4.3. Method Comparison

In the introduction, two main methods of road network partition—clustering and segmentation—are mentioned. K-means in the clustering method and multiple dichotomies in the segmentation method are selected, respectively, to compare with the method proposed in this study. It is also compared with an MFD partition method based on contradiction, which consists of segmentation, merging, and boundary adjustment. We select the 14th group of data for method comparison.
In the K-means algorithm, K samples are selected randomly as the initial center in the model, and each sample is allocated to the nearest center successively, after which the clustering center is updated until the value is unchanged. In the partition of the road network, the distance between sections and the vehicle density of areas should be considered. Therefore, the vector composed of the location coordinate (x, y) at the center point of the road section and the vehicle density d of the road section is the section attribute vector (x, y, d). Os is the coordinate weight. Od is the density weight. In our way, 14 groups of data are finally partitioned into five clusters, so K = 5, and the initial centers are randomly set to conduct a road network partition. Table 3 shows the measurements. Figure 7a shows the division at Os/Od = 1. Although the average NS value is low, the division of the road network is chaotic, and an area is division into many parts, which does not help the subsequent control. Figure 7b shows the division at Os/Od = 4. It is seen that the division of the road network has become less chaotic, and some areas are still undergoing division. Figure 7c,d are two kinds of partitions in the case of Os/Od = 9. At this time, the partition area is relatively complete, but the result changes much, and the division is unstable.
Moreover, the average NS value is high, and the partition result is unsatisfactory. This situation is because K-means is not suitable for the partition of the urban traffic network, and the partitioning results of this method have a great relationship with the selection of the initial center. The connectivity of the road network was not considered in the calculation process of this method, which led to regional dispersion when the coordinate value was low. A high coordinate weight could improve the connectivity of the road network, but the average NS of the road network was high, and the partition result was unsatisfactory.
The multiple dichotomy method first divides the road network into two parts and then divides each piece separately. In the process of partition, the average NS value is taken as the measurement indicator. If the average NS after a specific sub-area is divided is higher than before, then it is considered that the sub-region has been optimally divided. Figure 8 shows the whole partition process. Figure 8a–d divide the entire road network into five groups, and the average NS value of the road network decreases gradually. Figure 8(e1–e5) show the partition result of each group after dividing into five parts. Table 4 indicates that the NS value of any cluster will not decrease no matter which group is further partitioned, so Figure 8d shows the optimal partition result.
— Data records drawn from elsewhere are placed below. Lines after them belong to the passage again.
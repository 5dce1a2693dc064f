/* SPDX-License-Identifier: GPL-3.0-or-later */
/* Aligned tables, and any JSON value laid out for reading. All text of the service passes
 * lwc_text_safe on its way here. */
#ifndef LWC_TABLE_H
#define LWC_TABLE_H

#include "json.h"

enum { LWC_DIGITS = 8 /* significant digits shown to people; --json shows all */ };

typedef struct lwc_table {
    size_t n_columns;
    size_t n_cells; /* cells filled so far, the heading's among them */
    size_t cap;
    char **cell;
} lwc_table;

void lwc_table_init(lwc_table *table, size_t n_columns);
void lwc_table_clear(lwc_table *table);
/* Cells go in row by row, the heading first. */
void lwc_table_text(lwc_table *table, const char *text);
/* A scalar as it is, a group on one line. "-" for NULL. */
void lwc_table_value(lwc_table *table, const cJSON *item);
/* Columns of numbers go to the right, others to the left. */
void lwc_table_print(lwc_text *out, const lwc_table *table, size_t indent);

/* A value on one line: "x 1.5, y 2" for an object, "1, 2, 3" for an array. Numbers below 1e-12 are
 * the rounding of something that is zero, and are shown so. */
void lwc_value_line(lwc_text *out, const cJSON *item);
/* Whether lwc_value_block needs no more than one line for it. */
bool lwc_value_is_short(const cJSON *item);
/* Array of objects as a table whose columns are the member names in the order first met; false,
 * with nothing printed, where it is none. */
bool lwc_object_table(lwc_text *out, const cJSON *array, size_t indent);
/* A value on as many lines as it takes, named; arrays of like objects become tables, and objects
 * with "rows", "columns" and an array of arrays become matrices. */
void lwc_value_block(lwc_text *out, const char *name, const cJSON *item, size_t indent);

#endif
According to Table 5, in the partition process, the NS value of the multiple dichotomy method is still more significant than the partition result of the method proposed in this study, so the road network partition method proposed in this study is better than the multiple dichotomy method. In Figure 8, the optimal partition results still show that some sections of roads in two different directions are separated, which is not conducive to further traffic control.
With the increase in the number of segmentations, the sub-regions segmented by multiple dichotomies show an exponential rise. In the segmentation results, there are a large number of sections of the same road in other directions divided into different regions at the edge of the segmentation region. Based on multiple dichotomies, Jin and Geroliminis developed a combined algorithm consisting of three computational steps: partition, merge, and boundary adjustment. In this method, the regional network is divided into several sub-regions according to the section density. After that, the adjacent regions with high similarity were merged, and the result was determined according to NS value. Finally, the boundary of the merged subregion is adjusted to optimize the shape of the region. After nine times of segmentation, we form five areas, which finally change the boundary. The critical link in the process of this method is shown in Figure 9. As can be seen from Table 6, in the whole process, the number of sub-regions after segmentation is the same as in our proposed method. Comparing the NS values of the improved dichotomy and the proposed method, the average NS value of the improved dichotomy method is the lowest, but it is greater than the method we proposed. In addition, after boundary adjustment, the average NS value has risen again. Here are mainly the following factors: on the one hand, this method based on multiple dichotomy separated some areas of density concentration during the dichotomy process; on the other hand, this method separates some road sections with different driving directions during the division process, and it finally corrects them in the boundary adjustment.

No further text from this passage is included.